Fishbaugh, J., Durrleman, S., Gerig, G.  "Estimation of Smooth Growth Trajectories With Controlled Acceleration From Time Series Shape Data".  MICCAI 2011.  To appear.
 
Fishbaugh, J., Durrleman, S., Gerig, G.  "Estimation of Smooth Growth Trajectories With Controlled Acceleration From Time Series Shape Data".  MICCAI 2011.  To appear.

Latest revision as of 13:46, 24 June 2011

Home < 2011 Summer Project Week long shape regression

Longitudinal Shape Regression - Huntington's Disease

Key Investigators

  • Utah: James Fishbaugh, Marcel Prastawa, Guido Gerig
  • Iowa: Hans Johnson


Objective

To begin processing longitudinal Huntington's disease data and to apply our shape regression framework to available data. We are interested in the evolution of sub-cortical structures in the brain.

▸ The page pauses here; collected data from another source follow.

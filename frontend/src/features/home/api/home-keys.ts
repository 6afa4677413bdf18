import type { RunState } from '@tracewright/shared';

/** The home page's own reads; it refetches them whenever the page is opened. */
export const homeKeys = {
  all: ['home'] as const,
  runs: (state: RunState) => [...homeKeys.all, 'runs', state] as const,
  quality: () => [...homeKeys.all, 'quality'] as const,
};
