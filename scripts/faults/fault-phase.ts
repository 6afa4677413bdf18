import { spawnSync } from 'node:child_process';
import { existsSync, readFileSync, rmSync } from 'node:fs';
import { join } from 'node:path';

import { BIN, ROOT } from '../lib/paths';
import type { FaultReport } from './fault-report';

/**
 * Runs the database-kill rounds in a process of their own (they start their own MariaDB and
 * server) and returns one passed or failed per round, as `npm test` and `npm run test:long` tally.
 */
export function runFaultPhase(rounds: number, reportFile: string): { passed: number; failed: number } {
  console.log(`\n[test] Database faults (${rounds} rounds)…`);
  rmSync(reportFile, { force: true });
  const result = spawnSync(BIN('tsx'), [join(ROOT, 'scripts', 'faults', 'db-kill.ts'), `--rounds=${rounds}`, `--report=${reportFile}`], {
    cwd: ROOT,
    stdio: 'inherit',
  });
  if (!existsSync(reportFile)) return { passed: 0, failed: Math.max(rounds, 1) };
  const report = JSON.parse(readFileSync(reportFile, 'utf8')) as FaultReport;
  // A crash after the last round (say, while stopping) still fails the phase.
  const crashed = result.status !== 0 && report.failed === 0 ? 1 : 0;
  return { passed: report.passed, failed: report.failed + crashed };
}
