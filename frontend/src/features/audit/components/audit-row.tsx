import { useId, useState } from 'react';

import type { AuditEvent } from '@tracewright/shared';

import { Icon } from '../../../components/icons/icon';
import { formatDateTime } from '../../../lib/format-date';
import { AuditChanges } from './audit-changes';

const CELL = 'border-t border-graphite-200 px-3 py-2 align-top';

export function AuditRow({ event }: { event: AuditEvent }) {
  const [isOpen, setIsOpen] = useState(false);
  const detailsId = useId();
  const hasChanges = event.before !== null || event.after !== null;

  return (
    <>
      <tr>
        <td className={`${CELL} tabular whitespace-nowrap`}>
          <time dateTime={event.at}>{formatDateTime(event.at, true)}</time>
        </td>
        <td className={CELL}>{event.actorName ?? 'System'}</td>
        <td className={`${CELL} font-mono text-sm`}>{event.action}</td>
        <td className={CELL}>
          {event.entityType}
          {event.entityId ? <span className="text-graphite-600"> #{event.entityId}</span> : null}
        </td>
        <td className={CELL}>{event.reason ?? ''}</td>
        <td className={CELL}>
          {hasChanges ? (
            <button
              type="button"
              aria-expanded={isOpen}
              aria-controls={detailsId}
              onClick={() => setIsOpen((v) => !v)}
              className="inline-flex min-h-11 items-center gap-1 rounded-md px-2 font-bold text-copper-700 hover:bg-copper-50"
            >
              <Icon name={isOpen ? 'chevronDown' : 'chevronRight'} className="size-4" />
              {isOpen ? 'Hide changes' : 'Show changes'}
              <span className="sr-only"> of event {event.id}</span>
            </button>
          ) : (
            <span className="text-graphite-600">None</span>
          )}
        </td>
      </tr>
      {isOpen ? (
        <tr id={detailsId}>
          <td colSpan={6} className="border-t border-graphite-100 bg-paper px-3 py-3">
            <AuditChanges event={event} />
          </td>
        </tr>
      ) : null}
    </>
  );
}
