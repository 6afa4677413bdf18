import type { MariadbInstance } from '../lib/mariadb';
import type { WriteOutcome } from './outbox-client';

const DB = 'tracewright_test';
/** The audit actions the round's writes make; any other action appearing during the round is unexplained. */
const ROUND_ACTIONS = ['run-step.completed', 'run-reading.recorded'];

/** Rows as root reads them (tab-separated, NULL spelled out): the check does not trust the app's models. */
function rows(db: MariadbInstance, sql: string): string[][] {
  const text = db.rootSql(sql).trimEnd();
  return text === '' ? [] : text.split('\n').map((line) => line.split('\t'));
}

/** The highest audit row id now: rows above it were written by the round. */
export function auditHighWater(db: MariadbInstance): number {
  return Number(rows(db, `SELECT COALESCE(MAX(id), 0) FROM ${DB}.audit_events`)[0]?.[0] ?? 0);
}

const countBy = <T>(items: T[], keyOf: (item: T) => string) => {
  const counts = new Map<string, number>();
  for (const item of items) counts.set(keyOf(item), (counts.get(keyOf(item)) ?? 0) + 1);
  return counts;
};

/** What the database holds against what the tablets were told. */
export interface RoundCheck {
  /** Acknowledged writes with no row. */
  lost: number;
  /** Acknowledged writes with more than one row. */
  duplicated: number;
  /** Acknowledged writes without exactly one audit row. */
  auditMismatches: number;
  problems: string[];
}

/**
 * Checks the database against what the tablets were told: each acknowledged write is there once,
 * with its audit row and its key; nothing is there that no tablet asked for.
 */
export function verifyRound(db: MariadbInstance, round: number, runIds: number[], outcomes: WriteOutcome[], auditFrom: number): RoundCheck {
  const problems: string[] = [];
  const tally = { lost: 0, duplicated: 0, auditMismatches: 0 };
  const runs = runIds.join(', ');
  const closedSteps = rows(db, `SELECT run_id, step_id, state, completed_by, note FROM ${DB}.run_step_records WHERE run_id IN (${runs}) AND state IN ('done', 'not-done')`);
  const readings = rows(db, `SELECT id, run_id, piece_id, spec_id, value, recorded_by FROM ${DB}.run_readings WHERE run_id IN (${runs})`);
  const audits = rows(
    db,
    `SELECT id, action, entity_type, entity_id, JSON_VALUE(after_json, '$.stepId'), JSON_VALUE(after_json, '$.note') FROM ${DB}.audit_events WHERE id > ${auditFrom}`,
  );
  const keys = rows(db, `SELECT user_id, idempotency_key, COALESCE(status_code, 'NULL') FROM ${DB}.idempotency_keys WHERE idempotency_key LIKE 'fault-r${round}-%'`);

  const stepAudits = countBy(audits.filter((a) => a[1] === 'run-step.completed'), (a) => `${a[3]}/${a[4]}/${a[5]}`);
  const readingAudits = countBy(audits.filter((a) => a[1] === 'run-reading.recorded'), (a) => String(a[3]));
  const keyRows = countBy(keys, (k) => `${k[0]}/${k[1]}`);

  for (const { write, acknowledged } of outcomes) {
    if (!acknowledged) continue;
    const label = `${write.kind} ${write.key} (run ${write.runId}, ${write.stepId})`;
    const keyCount = keyRows.get(`${write.session.userId}/${write.key}`) ?? 0;
    if (keyCount !== 1) problems.push(`${label}: ${keyCount} key rows, expected 1`);
    if (write.kind === 'step-completion') {
      const note = String(write.body.note);
      const found = closedSteps.filter((s) => s[0] === String(write.runId) && s[1] === write.stepId);
      if (found.length === 0) tally.lost += 1;
      if (found.length !== 1 || found[0]?.[2] !== 'done' || found[0]?.[3] !== String(write.session.userId) || found[0]?.[4] !== note) {
        problems.push(`${label}: acknowledged, but its step record is ${JSON.stringify(found)}`);
      }
      const auditCount = stepAudits.get(`${write.runId}/${write.stepId}/${note}`) ?? 0;
      if (auditCount !== 1) {
        tally.auditMismatches += 1;
        problems.push(`${label}: ${auditCount} audit rows, expected 1`);
      }
    } else {
      const found = readings.filter((r) => r[1] === String(write.runId) && r[2] === String(write.pieceId));
      const answeredId = String((acknowledged.body as { reading?: { id?: number } } | null)?.reading?.id);
      if (found.length === 0) tally.lost += 1;
      if (found.length > 1) tally.duplicated += 1;
      if (found.length !== 1 || Number(found[0]?.[4]) !== write.value || found[0]?.[5] !== String(write.session.userId)) {
        problems.push(`${label}: acknowledged, but ${found.length} reading rows match it: ${JSON.stringify(found)}`);
      } else if (found[0]?.[0] !== answeredId) {
        problems.push(`${label}: the answer named reading ${answeredId}, the database holds ${found[0]?.[0]}`);
      }
      const auditCount = readingAudits.get(answeredId) ?? 0;
      if (auditCount !== 1) {
        tally.auditMismatches += 1;
        problems.push(`${label}: ${auditCount} audit rows, expected 1`);
      }
    }
  }
  problems.push(...unrequested(outcomes, closedSteps, readings, audits, keys));
  return { ...tally, problems };
}

/** Rows no tablet asked for: extra step closures, readings, audit rows or keys. */
function unrequested(outcomes: WriteOutcome[], closedSteps: string[][], readings: string[][], audits: string[][], keys: string[][]): string[] {
  const problems: string[] = [];
  const planned = outcomes.map((o) => o.write);
  const plannedSteps = new Set(planned.filter((w) => w.kind === 'step-completion').map((w) => `${w.runId}/${w.stepId}`));
  const plannedPieces = new Set(planned.filter((w) => w.kind === 'reading').map((w) => `${w.runId}/${w.pieceId}`));
  for (const s of closedSteps) if (!plannedSteps.has(`${s[0]}/${s[1]}`)) problems.push(`step ${s[1]} of run ${s[0]} is ${s[2]}, but no tablet closed it`);
  for (const r of readings) if (!plannedPieces.has(`${r[1]}/${r[2]}`)) problems.push(`reading ${r[0]} (run ${r[1]}, piece ${r[2]}) was never sent`);
  const readingIds = new Set(readings.map((r) => r[0]));
  const stepCompletions = audits.filter((a) => a[1] === 'run-step.completed').length;
  if (stepCompletions !== closedSteps.length) problems.push(`${stepCompletions} step-completion audit rows for ${closedSteps.length} completed steps`);
  for (const a of audits) {
    if (!ROUND_ACTIONS.includes(a[1] ?? '')) problems.push(`unexplained audit row ${a[0]}: ${a[1]} ${a[2]} ${a[3]}`);
    else if (a[1] === 'run-reading.recorded' && !readingIds.has(a[3] ?? '')) problems.push(`audit row ${a[0]} names reading ${a[3]}, which is not there`);
  }
  const sentKeys = new Set(planned.map((w) => `${w.session.userId}/${w.key}`));
  for (const k of keys) {
    if (!sentKeys.has(`${k[0]}/${k[1]}`)) problems.push(`key ${k[1]} is stored but was never sent`);
    if (k[2] === 'NULL') problems.push(`key ${k[1]} is stored without its answer (half-written)`);
  }
  return problems;
}
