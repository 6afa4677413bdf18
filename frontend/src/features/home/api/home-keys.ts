import type { RunState } from '@tracewright/shared';

/** The home page's own reads; they are never fresh for long (staleTime 0), so opening the page asks again. */
export const homeKeys = {
  all: ['home'] as const,
  runs: (state: RunState, shown: number) => [...homeKeys.all, 'runs', state, shown] as const,
  quality: () => [...homeKeys.all, 'quality'] as const,
};
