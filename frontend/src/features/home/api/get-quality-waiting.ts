import { queryOptions } from '@tanstack/react-query';

import { QualityWaitingSchema } from '@tracewright/shared';

import { apiClient } from '../../../lib/api-client';
import { homeKeys } from './home-keys';

/** What waits for a quality decision, counted (the overview lists the same). */
export const qualityWaitingQueryOptions = () =>
  queryOptions({
    queryKey: homeKeys.quality(),
    staleTime: 0,
    queryFn: async ({ signal }) => QualityWaitingSchema.parse(await apiClient.get('/api/quality/waiting', { signal })),
  });
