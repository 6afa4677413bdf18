import { useCallback, useState, type ChangeEvent } from 'react';

type FieldElement = HTMLInputElement | HTMLTextAreaElement | HTMLSelectElement;

/**
 * A card's fields as the text the person typed; the card parses on every render, so results follow
 * each keystroke without a submit button (the calculations take microseconds).
 */
export function useCalcFields<K extends string>(initial: Readonly<Record<K, string>>) {
  const [values, setValues] = useState<Readonly<Record<K, string>>>(initial);
  const set = useCallback((key: K, value: string) => setValues((all) => ({ ...all, [key]: value })), []);
  const bind = (key: K) => ({ value: values[key], onChange: (event: ChangeEvent<FieldElement>) => set(key, event.target.value) });
  return { values, bind, set };
}
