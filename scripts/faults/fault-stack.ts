import { spawn, type ChildProcess } from 'node:child_process';
import { closeSync, copyFileSync, existsSync, mkdirSync, openSync, readFileSync, rmSync } from 'node:fs';
import { dirname, join } from 'node:path';

import { startFakes, stopChild, waitForHealth, type LocalFakes } from '../lib/app-stack';
import { freePort } from '../lib/free-port';
import { BIN, DATA_DIR, ROOT } from '../lib/paths';
import { migrateAndSeed } from '../lib/prepare-database';
import { startThrowawayDatabase, type ThrowawayDatabase } from '../lib/test-database';

/** The server in its own process, its database in another: the database can die while the server lives on. */
export interface FaultStack {
  db: ThrowawayDatabase;
  baseUrl: string;
  server: ChildProcess;
  /** The server's own log (stdout and stderr), shown when a round fails. */
  logFile: string;
  /** The log's error lines (pino level 50 and up): each 500 logs one with its stack. */
  logErrors(limit?: number): string;
  /** Stops everything; with `keepLogAs`, the server's log is copied there first. */
  close(keepLogAs?: string): Promise<void>;
}

/** A throwaway MariaDB seeded with the demo lab, the mail and file fakes, and the real server. */
export async function startFaultStack(): Promise<FaultStack> {
  const db = await startThrowawayDatabase('faults');
  const stackDir = join(DATA_DIR, `faults-stack-${process.pid}`);
  mkdirSync(stackDir, { recursive: true });
  let fakes: LocalFakes | undefined;
  let server: ChildProcess | undefined;
  try {
    fakes = await startFakes(stackDir);
    const port = await freePort();
    const baseUrl = `http://127.0.0.1:${port}`;
    const env: Record<string, string> = {
      ...db.env,
      NODE_ENV: 'test',
      PORT: String(port),
      PUBLIC_URL: baseUrl,
      JWT_SECRET: 'faults-'.padEnd(48, 'x'),
      SMTP_PORT: String(fakes.smtp.port),
      MAIL_CAPTURE_DIR: fakes.mailDir,
      S3_ENDPOINT: fakes.s3.endpoint,
      LOG_LEVEL: 'warn',
    };
    await migrateAndSeed(env);
    const logFile = join(stackDir, 'server.log');
    server = spawnLoggedServer(env, logFile);
    await waitForHealth(baseUrl, server);
    const started = { server, fakes };
    return {
      db,
      baseUrl,
      server,
      logFile,
      logErrors: (limit = 5) => readErrors(logFile).slice(0, limit).join('\n'),
      async close(keepLogAs) {
        await stopChild(started.server);
        if (keepLogAs && existsSync(logFile)) {
          mkdirSync(dirname(keepLogAs), { recursive: true });
          copyFileSync(logFile, keepLogAs);
        }
        await started.fakes.close();
        await db.stop();
        rmSync(stackDir, { recursive: true, force: true });
      },
    };
  } catch (error) {
    await stopChild(server);
    await fakes?.close();
    await db.stop();
    rmSync(stackDir, { recursive: true, force: true });
    throw error;
  }
}

/**
 * Like app-stack's spawnServer, but the log goes to a file: hundreds of "database unavailable"
 * warnings per outage would drown the test output, yet a failed round needs them.
 */
function spawnLoggedServer(env: Record<string, string>, logFile: string): ChildProcess {
  const fd = openSync(logFile, 'a');
  const child = spawn(BIN('tsx'), [join(ROOT, 'backend', 'src', 'server.ts')], {
    cwd: ROOT,
    env: { AWS_SDK_JS_NODE_VERSION_SUPPORT_WARNING_DISABLED: 'true', ...process.env, ...env },
    stdio: ['ignore', fd, fd],
  });
  closeSync(fd);
  return child;
}

function readErrors(logFile: string): string[] {
  if (!existsSync(logFile)) return [];
  return readFileSync(logFile, 'utf8')
    .split('\n')
    .filter((line) => /"level":(50|60)/.test(line) || /^\S*Error/.test(line));
}
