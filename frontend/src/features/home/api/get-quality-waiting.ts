import { queryOptions } from '@tanstack/react-query';

import { QualityDashboardSchema } from '@tracewright/shared';

import { apiClient } from '../../../lib/api-client';
import { homeKeys } from './home-keys';

/** The quality overview's figures, for the counts on the home page. */
export const qualityWaitingQueryOptions = () =>
  queryOptions({
    queryKey: homeKeys.quality(),
    staleTime: 0,
    queryFn: async ({ signal }) => QualityDashboardSchema.parse(await apiClient.get('/api/quality/dashboard', { signal })),
  });
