import { setTimeout as sleep } from 'node:timers/promises';

import type { MariadbInstance } from '../lib/mariadb';
import { getStatus, type Attempt } from './tablet-session';

/** When the database was down and what the health endpoint said meanwhile. */
export interface Outage {
  killedAt: number;
  /** How long mariadbd took to start again (InnoDB crash recovery included). */
  restartMs: number;
  /** When the restarted database answered a ping again. */
  backAt: number;
  /** When the app's health check said 200 again (null: not within the limit). */
  recoveredAt: number | null;
  /** GET /api/health while the database was down. */
  healthProbes: Attempt[];
  /** GET /api/health after the restart, until the first 200. */
  recoveryProbes: Attempt[];
  /** Whether the killed process really died of SIGKILL (not some clean shutdown). */
  wasKilledHard: boolean;
}

/**
 * Kills mariadbd with SIGKILL (no shutdown, no flush: InnoDB must recover on restart), keeps it
 * down for `downMs` while probing the server's health, then starts it again on the same port,
 * socket and data folder.
 */
export async function killDatabase(db: MariadbInstance, baseUrl: string, downMs: number): Promise<Outage> {
  const server = db.process();
  const exited = new Promise<NodeJS.Signals | null>((resolve) => server.once('exit', (_code, signal) => resolve(signal)));
  server.kill('SIGKILL');
  const signal = await exited;
  const killedAt = Date.now();
  const healthProbes: Attempt[] = [];
  while (Date.now() - killedAt < downMs) {
    healthProbes.push(await getStatus(baseUrl, '/api/health'));
    await sleep(250);
  }
  const restartFrom = Date.now();
  await db.restart();
  const backAt = Date.now();
  const recovery = await awaitRecovery(baseUrl, RECOVERY_LIMIT_MS);
  return { killedAt, restartMs: backAt - restartFrom, backAt, recoveredAt: recovery.recoveredAt, healthProbes, recoveryProbes: recovery.probes, wasKilledHard: signal === 'SIGKILL' };
}

/** The server must find its way back by itself, without a restart of its own, within this. */
export const RECOVERY_LIMIT_MS = 15_000;

async function awaitRecovery(baseUrl: string, withinMs: number): Promise<{ recoveredAt: number | null; probes: Attempt[] }> {
  const start = Date.now();
  const probes: Attempt[] = [];
  while (Date.now() - start < withinMs) {
    const probe = await getStatus(baseUrl, '/api/health');
    probes.push(probe);
    if (probe.status === 200) return { recoveredAt: Date.now(), probes };
    await sleep(100);
  }
  return { recoveredAt: null, probes };
}
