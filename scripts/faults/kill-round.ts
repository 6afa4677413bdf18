import type { ChildProcess } from 'node:child_process';

import type { MariadbInstance } from '../lib/mariadb';
import { killDatabase, RECOVERY_LIMIT_MS, type Outage } from './database-outage';
import { deliver, type WriteOutcome } from './outbox-client';
import { planRound, type PlannedWrite } from './round-plan';
import { auditHighWater, verifyRound, type RoundCheck } from './round-verify';
import { HANG_MS, type Attempt, type TabletSession } from './tablet-session';

export interface RoundSetup {
  round: number;
  db: MariadbInstance;
  baseUrl: string;
  server: ChildProcess;
  planner: TabletSession;
  operators: TabletSession[];
  /** Ten writes per run: five step completions, five readings. */
  runCount: number;
}

export interface RoundResult extends RoundCheck {
  round: number;
  writes: number;
  acknowledged: number;
  /** Acknowledgements that were a stored answer replayed: the first try was done, its answer lost. */
  replays: number;
  /** Writes that needed more than one try. */
  retried: number;
  killAfterAcks: number;
  inFlightAtKill: number;
  downMs: number;
  restartMs: number;
  recoveryMs: number | null;
  /** Answers to the writes by status (every try). */
  statuses: Record<string, number>;
  /** Answers of GET /api/health during and after the outage. */
  healthStatuses: Record<string, number>;
  unavailableDuringOutage: number;
  slowestMs: number;
  setupMs: number;
  durationMs: number;
  problems: string[];
}

/**
 * One round: the tablets send every write at once; after a share of them is acknowledged the
 * database is killed, kept down, restarted; the tablets keep retrying until all are acknowledged;
 * then the database is checked against the acknowledgements.
 */
export async function runKillRound(setup: RoundSetup): Promise<RoundResult> {
  const start = Date.now();
  const { round, db } = setup;
  const plan = await planRound(db, round, setup.runCount, setup.planner, setup.operators);
  const auditFrom = auditHighWater(db);
  const setupMs = Date.now() - start;
  const writes = plan.writes.length;
  // Somewhere between a fifth and three fifths of the way, spread over the rounds (golden-ratio steps).
  const killAfterAcks = Math.round(writes * (0.2 + 0.4 * ((round * 0.618034) % 1)));
  const downMs = 1_500 + ((round * 3) % 5) * 500;
  const sent = await sendWithKill(setup, plan.writes, killAfterAcks, downMs, start + 120_000);
  const happened = sent.outage instanceof Error ? null : sent.outage;
  const problems = roundProblems(setup, sent.outage, sent.outcomes);
  const attempts = sent.outcomes.flatMap((o) => o.attempts);
  const check = verifyRound(db, round, plan.runIds, sent.outcomes, auditFrom);
  problems.push(...check.problems);
  const during = happened ? attempts.filter((a) => a.endedAt >= happened.killedAt && a.endedAt <= happened.backAt) : [];
  return {
    ...check,
    round,
    writes,
    acknowledged: sent.outcomes.filter((o) => o.acknowledged).length,
    replays: sent.outcomes.filter((o) => o.acknowledged?.isReplay).length,
    retried: sent.outcomes.filter((o) => o.attempts.length > 1).length,
    killAfterAcks,
    inFlightAtKill: sent.inFlightAtKill,
    downMs: happened ? happened.backAt - happened.killedAt : 0,
    restartMs: happened?.restartMs ?? 0,
    recoveryMs: happened?.recoveredAt ? happened.recoveredAt - happened.backAt : null,
    statuses: statusCounts(attempts),
    healthStatuses: statusCounts([...(happened?.healthProbes ?? []), ...(happened?.recoveryProbes ?? [])]),
    unavailableDuringOutage: during.filter((a) => a.status === 503).length,
    slowestMs: Math.max(0, ...attempts.map((a) => a.endedAt - a.startedAt)),
    setupMs,
    durationMs: Date.now() - start,
    problems,
  };
}

/** Sends every write at once; the `killAfterAcks`-th acknowledgement sets off the outage. */
async function sendWithKill(setup: RoundSetup, writes: PlannedWrite[], killAfterAcks: number, downMs: number, deadline: number) {
  let acks = 0;
  let inFlightAtKill = 0;
  let outage: Promise<Outage | Error> | null = null;
  const outcomes = await Promise.all(
    writes.map((write) =>
      deliver(write, deadline, () => {
        acks += 1;
        if (acks !== killAfterAcks) return;
        inFlightAtKill = writes.length - acks;
        // Caught at once: a failed restart must fail the round, not crash this process unawaited.
        outage = killDatabase(setup.db, setup.baseUrl, downMs).catch((error: unknown) => (error instanceof Error ? error : new Error(String(error))));
      }),
    ),
  );
  const settled = await (outage as Promise<Outage | Error> | null);
  return { outcomes, inFlightAtKill, outage: settled ?? new Error(`the database was never killed (${acks} of ${writes.length} acknowledged)`) };
}

/** Everything wrong with the round apart from the data: the fault, the recovery, the answers. */
function roundProblems(setup: RoundSetup, outage: Outage | Error, outcomes: WriteOutcome[]): string[] {
  const problems: string[] = [];
  if (outage instanceof Error) problems.push(`the outage went wrong: ${outage.message}`);
  const happened = outage instanceof Error ? null : outage;
  if (happened && !happened.wasKilledHard) problems.push('mariadbd did not die of SIGKILL');
  if (happened && happened.recoveredAt === null) problems.push(`GET /api/health did not answer 200 within ${RECOVERY_LIMIT_MS / 1000} s of the restart`);
  if (setup.server.exitCode !== null || setup.server.signalCode !== null) problems.push('the server process died');
  problems.push(...outcomes.flatMap((o) => (o.failure ? [`${o.write.kind} ${o.write.key}: ${o.failure}`] : [])));
  problems.push(...answerProblems(outcomes.flatMap((o) => o.attempts), happened));
  return problems;
}

/**
 * What the API may say: 2xx, or 503 with a Retry-After while the database is away. Never 500,
 * never a dropped connection, never silence past HANG_MS. The outage must have been seen: at
 * least one write and the health check answered 503 while the database was down.
 */
function answerProblems(attempts: Attempt[], outage: Outage | null): string[] {
  const problems: string[] = [];
  const bad = attempts.filter((a) => !(a.status >= 200 && a.status < 300) && a.status !== 503);
  for (const a of bad.slice(0, 5)) problems.push(`answer ${a.status} after ${a.endedAt - a.startedAt} ms: ${a.error ?? JSON.stringify(a.body).slice(0, 200)}`);
  if (bad.length > 5) problems.push(`… and ${bad.length - 5} more answers that were neither 2xx nor 503`);
  const bare = attempts.filter((a) => a.status === 503 && !a.retryAfter).length;
  if (bare > 0) problems.push(`${bare} answers were 503 without a Retry-After`);
  const slow = attempts.filter((a) => a.endedAt - a.startedAt > HANG_MS).length;
  if (slow > 0) problems.push(`${slow} requests took longer than ${HANG_MS / 1000} s`);
  if (!outage) return problems;
  const during = attempts.filter((a) => a.endedAt >= outage.killedAt && a.endedAt <= outage.backAt);
  if (!during.some((a) => a.status === 503)) problems.push('no write was answered 503 while the database was down');
  const health = outage.healthProbes;
  if (health.length === 0 || health.some((p) => p.status !== 503 || !p.retryAfter)) {
    problems.push(`GET /api/health during the outage answered ${JSON.stringify(health.map((p) => p.status))}, expected 503 with Retry-After each time`);
  }
  return problems;
}

function statusCounts(attempts: Attempt[]): Record<string, number> {
  const counts: Record<string, number> = {};
  for (const a of attempts) {
    const label = a.status === 0 ? 'network-error' : a.status === -1 ? 'timeout' : String(a.status);
    counts[label] = (counts[label] ?? 0) + 1;
  }
  return counts;
}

We would like to estimate continuous growth scenarios for several shapes of interest, which can eventually be combined with a framework for 4D registration or 4D atlas construction, to statistically analyze the growth variability within a population.

Approach, Plan

  • Segment sub-cortical structures
  • Estimate growth trajectories

Progress

Segmentation

The 6 pairs of sub-cortical structures (amygdala, caudate, hippocampus, globus pallidus, putamen, lateral ventricle) were segmented using a deformable atlas based pipeline used at the University of Utah. The quality of the ventricles was very poor, so they were further improved by an active contour based segmentation tool, itkSNAP. After this stage, we have 12 shapes at 3 time points.

Preprocessing

In order to prepare the shapes for longitudinal regression, the different time points must first be rigidly aligned. We do not have point correspondences between our shapes, so we use a Gaussian mixture model based tool called gmmreg to rigidly align the shapes.

We initially align the entire shape complex, rather than individual shapes, in order to preserve the spatial relationship between the anatomical structures. However, there was a small amount of translation and rotation remaining after this process that adversely impacts the growth estimation. To further align the shapes, we also register each shape individually across time.

Regression

Here, we estimate the continuous evolution of all 12 structures as a shape complex. Three snapshots in time are shown in Fig. 1. We also investigate the evolution of shape volume, summarized in Fig 2. It is important to note that we only model the evolution of shape, and volume is simply measured continuously after regression.

Remarks

  • We are unsure about the quality of the segmentations, as the volume for most segmented shapes increases from time point 2 to time point 3.
  • Aside from the volume analysis, we want to estimate growth scenarios for many subjects to statistically analyze the subtle differences in shape evolution over time.


Fig 1. Snapshots of the evolution of several sub-cortical structures. Color denotes magnitude of velocity. Click here for an animation.
Fig 2. Volume measured after shape regression. Plus signs denote target volume.

References

Fishbaugh, J., Durrleman, S., Gerig, G. "Estimation of Smooth Growth Trajectories With Controlled Acceleration From Time Series Shape Data". MICCAI 2011. To appear.